(Exercise inputs begins)

"""The `exact` method: state-transition matrix with first-order hold.

References: Nigam & Jennings (1969), Bull. Seismol. Soc. Am. 59(2), in the form of
Chopra, *Dynamics of Structures*, §5.2, eq. 5.2.5 (coefficients A … D'); Chopra
§2.2 for free vibration; scipy.integrate.solve_ivp as an independent integrator.
"""

from __future__ import annotations

import math

import numpy as np
import pytest
from scipy.integrate import solve_ivp

from thist import time_history
from thist.methods import get_method
from thist.methods.exact import transition_matrices


def _nigam_jennings(k: float, wn: float, zeta: float, dt: float) -> np.ndarray:
    """Chopra eq. 5.2.5 (from memory; checked against the expm form below).

    Returns the 2x4 matrix mapping (u_i, v_i, p_i, p_{i+1}) to (u_{i+1}, v_{i+1}).
    """
    sq = math.sqrt(1.0 - zeta**2)
    wd = wn * sq
    e = math.exp(-zeta * wn * dt)
    s, c = math.sin(wd * dt), math.cos(wd * dt)
    A = e * (zeta / sq * s + c)
    B = e * s / wd
    C = (
        2 * zeta / (wn * dt)
        + e * (((1 - 2 * zeta**2) / (wd * dt) - zeta / sq) * s - (1 + 2 * zeta / (wn * dt)) * c)
    ) / k
    D = (
        1
        - 2 * zeta / (wn * dt)
        + e * ((2 * zeta**2 - 1) / (wd * dt) * s + 2 * zeta / (wn * dt) * c)
    ) / k
    A1 = -e * wn / sq * s
    B1 = e * (c - zeta / sq * s)
    C1 = (-1 / dt + e * ((wn / sq + zeta / (dt * sq)) * s + c / dt)) / k
    D1 = (1 - e * (zeta / sq * s + c)) / (k * dt)
    return np.array([[A, B, C, D], [A1, B1, C1, D1]])


@pytest.mark.parametrize(("zeta", "dt"), [(0.0, 0.01), (0.05, 0.02), (0.2, 0.3), (0.05, 1.7)])
def test_sdof_step_matrices_equal_nigam_jennings_closed_form(zeta, dt):
    """SDOF recurrence equals Chopra eq. 5.2.5 to 1e-12 (round-off of the closed form)."""
    m, wn = 2.0, 2 * math.pi / 0.8
    k = m * wn**2
    A, B0, B1 = get_method("exact").step_matrices(m, 2 * zeta * m * wn, k, dt)
    ours = np.column_stack([A, B0, B1])
    ref = _nigam_jennings(k, wn, zeta, dt)
    scale = np.abs(ref).max(axis=1, keepdims=True)
    assert np.max(np.abs(ours - ref) / scale) < 1e-12


def _solve_ivp_piecewise(M, C, K, p, dt):
    """Reference: DOP853 segment by segment (kinks of the load at the samples)."""
    n = M.shape[0]
    Minv = np.linalg.inv(M)
    z = np.zeros(2 * n)
    out = [z]
    for k in range(p.shape[0] - 1):

        def rhs(t, y, k=k):
            s = t / dt
            f = (1 - s) * p[k] + s * p[k + 1]
            return np.concatenate([y[n:], Minv @ (f - C @ y[n:] - K @ y[:n])])

        z = solve_ivp(rhs, (0.0, dt), z, method="DOP853", rtol=1e-13, atol=1e-16).y[:, -1]
        out.append(z)
    return np.array(out)


def test_exact_matches_solve_ivp_on_piecewise_linear_load_non_classical_damping():
    """3 DOF, non-classical C, piecewise-linear load: agrees with solve_ivp to 1e-8 of peak.

    Source: scipy.integrate.solve_ivp (DOP853, rtol 1e-13) is an independent reference;
    1e-8 is the issue's tolerance, well above both methods' round-off.
    """
    M = np.diag([2.0, 1.5, 1.0])
    K = np.array([[300.0, -120.0, 0.0], [-120.0, 200.0, -80.0], [0.0, -80.0, 80.0]])
    C = 0.02 * K + 0.1 * M
    C[0, 0] += 1.5  # a damper at level 1 only: not classical
    dt = 0.05
    p = np.random.default_rng(7).normal(size=(41, 3))
    ref = _solve_ivp_piecewise(M, C, K, p, dt)
    sol = get_method("exact").integrate(M, C, K, p, dt)
    assert np.max(np.abs(sol.u - ref[:, :3])) < 1e-8 * np.max(np.abs(ref[:, :3]))
    assert np.max(np.abs(sol.v - ref[:, 3:])) < 1e-8 * np.max(np.abs(ref[:, 3:]))
    # The acceleration satisfies the equation of motion at every sample.
    resid = sol.a @ M.T + sol.v @ C.T + sol.u @ K.T - p
    assert np.max(np.abs(resid)) < 1e-10 * np.max(np.abs(p))


def test_damped_free_vibration_matches_closed_form_at_a_coarse_step():
    """u(t) = e^{-ζωt}(u0 cos ω_D t + (v0 + ζωu0)/ω_D sin ω_D t), Chopra eq. 2.2.4.

    Δt = 0.4 T: any step is exact for free vibration; tolerance 1e-12 (round-off).
    """
    wn, zeta, u0, v0 = 2 * math.pi, 0.05, 0.01, -0.03
    wd = wn * math.sqrt(1 - zeta**2)
    dt = 0.4
    p = np.zeros((26, 1))
    sol = get_method("exact").integrate(
        np.eye(1), np.array([[2 * zeta * wn]]), np.array([[wn**2]]), p, dt, [u0], [v0]
    )
    t = np.arange(26) * dt
    ref = np.exp(-zeta * wn * t) * (
        u0 * np.cos(wd * t) + (v0 + zeta * wn * u0) / wd * np.sin(wd * t)
    )
    assert np.max(np.abs(sol.u[:, 0] - ref)) < 1e-12 * abs(u0)


def test_critically_damped_sdof_uses_direct_path_and_matches_closed_form():
    """ζ = 1: Φ is defective (eigenvectors ill-conditioned); u = (u0 + (v0 + ωu0)t)e^{-ωt}.

    Chopra §2.2, critically damped system; tolerance 1e-9 of u0 (round-off of expm).
    """
    wn, u0, v0 = 3.0, 0.02, 0.1
    dt, N = 0.01, 400
    sol = get_method("exact").integrate(
        np.eye(1), np.array([[2 * wn]]), np.array([[wn**2]]), np.zeros((N, 1)), dt, [u0], [v0]
    )
    t = np.arange(N) * dt
    ref = (u0 + (v0 + wn * u0) * t) * np.exp(-wn * t)
    assert np.max(np.abs(sol.u[:, 0] - ref)) < 1e-9 * u0


def test_exact_has_no_stability_limit_and_no_period_error_or_algorithmic_damping():
    """Amplification matrix exp(AΔt): |λ| = 1, Ω̄ = Ω for ζ = 0 at any Ω, even Ω > π."""
    m = get_method("exact")
    assert m.stability_limit(1e6, 0.05) == math.inf
    for omega_dt in (0.01, 0.5, 3.0, 10.0, 100.0):
        sp = m.spectral_properties(omega_dt, 0.0)
        assert sp.spectral_radius == pytest.approx(1.0, abs=1e-12)
        assert abs(sp.period_error) < 1e-12
        assert abs(sp.algorithmic_damping) < 1e-12


def test_exact_spectral_radius_is_the_physical_decay_per_step():
    """ζ > 0: |λ| = exp(−ζΩ), and the numerical root is the damped root ω_D = ω√(1−ζ²)."""
    zeta, omega_dt = 0.1, 2.0
    sp = get_method("exact").spectral_properties(omega_dt, zeta)
    assert sp.spectral_radius == pytest.approx(math.exp(-zeta * omega_dt), rel=1e-12)
    assert sp.numerical_omega_dt == pytest.approx(omega_dt * math.sqrt(1 - zeta**2), rel=1e-12)


def test_transition_matrices_are_independent_of_the_step_count():
    """Φ(2Δt) = Φ(Δt)² (semigroup property of the matrix exponential)."""
    M, C, K = np.eye(2), np.array([[0.3, -0.1], [-0.1, 0.2]]), np.array([[5.0, -2.0], [-2.0, 3.0]])
    P1, _, _ = transition_matrices(M, C, K, 0.1)
    P2, _, _ = transition_matrices(M, C, K, 0.2)
    assert np.allclose(P1 @ P1, P2, rtol=0, atol=1e-13)


def test_time_history_api_accepts_exact_and_agrees_with_newmark_at_fine_step():
    """A smooth record at Δt = T/400: newmark-average is within its period error of exact."""
    wn = 2 * math.pi
    dt = 1 / 400
    t = np.arange(2001) * dt
    ag = np.sin(2 * math.pi * 0.7 * t)
    args = (np.eye(1), np.array([[0.1 * wn]]), np.array([[wn**2]]), ag, dt)
    ue = time_history(*args, method="exact").u[:, 0]
    un = time_history(*args, method="newmark-average").u[:, 0]
    # Period error of average acceleration ~ Ω²/12 = 2e-5 (Hughes 1987, §9.3); over
    # 5 cycles the phase error is ~ 6e-4 rad, so 2e-3 of the peak bounds the difference.
    assert np.max(np.abs(ue - un)) < 2e-3 * np.max(np.abs(ue))


def test_closed_form_step_matrices_equal_the_matrix_exponential():
    """The batched closed form of the exact recurrence (eigen-decomposition of the
    companion matrix, the matrix form of Nigam & Jennings 1969) equals scipy.linalg.expm
    of the augmented first-order-hold matrix (Van Loan 1978) for under-damped,
    critically damped, over-damped and undamped DOFs over 5 decades of ω. Tolerance
    1e-12 relative: both are exact; the closed form hands near-coincident roots and tiny
    ω_d·Δt to expm so that it never loses digits."""
    from thist.methods import get_method

    method = get_method("exact")
    rng = np.random.default_rng(0)
    n = 60
    w = np.geomspace(0.05, 5000.0, n)
    zeta = rng.uniform(0.0, 0.95, n)
    zeta[[3, 4, 5, 6]] = [1.0, 1.5, 0.0, 0.9985]
    c, k = 2 * zeta * w, w * w
    for dt in (0.0005, 0.01, 0.1):
        A, B0, B1 = method.step_matrices_many(np.ones(n), c, k, dt)
        for i in range(n):
            a, b0, b1 = method.step_matrices(1.0, c[i], k[i], dt)
            np.testing.assert_allclose(
                A[i], a, rtol=1e-12, atol=1e-12 * max(1.0, np.max(np.abs(a)))
            )
            np.testing.assert_allclose(B0[i], b0, rtol=1e-12, atol=1e-12 * np.max(np.abs(b0)))
            np.testing.assert_allclose(B1[i], b1, rtol=1e-12, atol=1e-12 * np.max(np.abs(b1)))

(Exercise inputs ends)

Scan the records for the word "resid" and copy every line where it is found.

    resid = sol.a @ M.T + sol.v @ C.T + sol.u @ K.T - p
    assert np.max(np.abs(resid)) < 1e-10 * np.max(np.abs(p))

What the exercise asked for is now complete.